And Ehrmantraut is that character. He’s a maddeningly silent man, but in a way that fascinates you and draws you in. You get the feeling he may never talk, but you can’t help but stick around waiting for the moment. The origin story last night was simple but elegant—he had to convince his son Matt, a fellow cop, to take dirty money in order to protect himself, but because he hesitated, Matt’s partners lost faith in him and murdered him. It’s a devastating double whammy—not only did Ehrmantraut diminish himself in the eyes of his son, coming off that pedestal of integrity, but he failed to protect him anyway. The revenge he plots is clever, although in that distinctly Breaking Bad way where a million things have to go right to the point that it almost beggars belief, but the real drama is in that original loss—no matter what else happens, Ehrmantraut will always feel that he failed in his most important role. It explains his taciturn, melancholy quality in both this show and BB.

We know who Mike is now, and somehow, his personality seems to mesh even better with McGill, even though that didn’t seem possible. The blustering motormouth and the saturnine tough guy are a perfect odd couple, and I hope the writers and Gilligan realize that they are the soul of the show. This is the combination that works, full stop. I would almost advocate that they operate as co-stars, especially seeing how well Mike carried last night’s episode. It was so far superior to last week’s drama that I feel like the contrast should be obvious, and I’m excited to see how everything plays out this season and beyond.

You picked out one of the really great moments of the episode, when McGill couldn’t resist spilling that coffee. What an excellent way to demonstrate character, right? The poor guy just can’t resist provoking the world—he’s like the kid that knows he shouldn’t touch a burning stove, but is too curious about the pain to resist.

As a last note before I kick it over to you, I really, really enjoyed Mike’s confession to his son’s wife at the end. You don’t usually get to see that kind of raw emotion and verbal exposition from Banks, at least in this show, so it’s a little bit of a risk. It reminded me of when Marlow from The Wire finally shed his cool disposition near the end of the series and showed that behind the stoic veneer there lurked an actor with a lot of range. I felt similarly about Banks’ emotional performance—we knew this guy was good, but now we know he can play it hot as well as cold.

Questions: Do you think we’ve seen the last of Mike’s daughter-in-law? Will Philly come back to haunt him, or will Matlock McGill clear his name?

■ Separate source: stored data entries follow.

# ------------------------------------------------------------------------------------------
# in a real browser
# ------------------------------------------------------------------------------------------
ARGS = [
    "--headless",
    "--no-sandbox",
    "--disable-gpu",
    "--disable-background-networking",
    "--disable-component-update",
    "--no-first-run",
]


@pytest.fixture(scope="module")
def browser():
    exe = shutil.which("chromium") or shutil.which("chromium-browser")
    if exe is None:
        pytest.skip(
            "chromium is not installed (`apt-get install chromium`); browser checks skipped"
        )
    sync_api = pytest.importorskip(
        "playwright.sync_api", reason="playwright is not installed (pip install -e '.[test]')"
    )
    with sync_api.sync_playwright() as p:
        b = p.chromium.launch(executable_path=exe, args=ARGS)
        yield b
        b.close()


class Page:
    """One loaded explorer page with its console messages, errors, requests and dialogs."""

    def __init__(self, browser, path: Path):
        self.pg = browser.new_page(viewport={"width": 1300, "height": 900}, accept_downloads=True)
        self.console, self.requests, self.dialogs = [], [], []
        # console errors only: the test's own pixel reads make Chromium suggest willReadFrequently
        self.pg.on(
            "console",
            lambda m: self.console.append(m.text) if m.type in ("error", "assert") else None,
        )
        self.pg.on("pageerror", lambda e: self.console.append(f"pageerror: {e}"))
        self.pg.on("request", lambda r: self.requests.append(r.url))
        self.pg.on("dialog", lambda d: (self.dialogs.append(d.message), d.dismiss()))
        self.url = path.resolve().as_uri()
        self.pg.goto(self.url)
        self.pg.wait_for_selector("body[data-ready='1']", timeout=30_000)
        self.data = json.loads(self.pg.evaluate("document.getElementById('md-data').textContent"))
        self.W, self.H = self.data["raster"]["width"], self.data["raster"]["height"]

    def raster_xy(self, geom):
        """Raster pixel of a polygon's centre (shapely), in the page's map box."""
        r = self.data["raster"]
        c = geom.centroid
        return int((c.x - r["x0"]) / r["res"]), int((r["y1"] - c.y) / r["res"])

    def pixels(self, points):
        return self.pg.evaluate(
            """pts => { const ctx = document.getElementById('md-map').getContext('2d');
                return pts.map(([x, y]) => Array.from(ctx.getImageData(x, y, 1, 1).data)); }""",
            [list(p) for p in points],
        )

    def client_xy(self, raster_point):
        box = self.pg.locator("#md-map").bounding_box()
        x, y = raster_point
        return (
            box["x"] + (x + 0.5) / self.W * box["width"],
            box["y"] + (y + 0.5) / self.H * box["height"],
        )

    def period(self) -> str:
        return self.pg.get_attribute("#md-map", "data-period")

You’re completely right that the pairing of McGill and Ehrmantraut has the potential to be what makes this show great. One of my favorite moments last night was in the interrogation room, when Jimmy gets the cops to spill everything they know by referencing Mike’s taciturn demeanor. In true McGill fashion, he uses 75 words where the 10 anyone else would have used probably wouldn’t have done the trick. He wears you down with words, while Mike silently sits by and puts him to use. Mike needs Jimmy for more than just a coffee spill, even if he’s going to have a hard time admitting it. And by spilling that coffee, Jimmy is going to need Mike’s skill to worm his way out of this particular jam—and, I imagine, plenty of others.

And the other great moment between the two is in the car, when McGill is beyond exasperated—with Mike, but mostly with himself—as he asks Mike how he knew he’d spill that coffee. Mike, of course, doesn’t answer, but he doesn’t have to. We all knew he was going to spill that coffee. He couldn’t not spill that coffee. And Mike can’t not get caught back up his own crooked schemes. He’s still the cop who took a taste. He’s still the man who let his son down.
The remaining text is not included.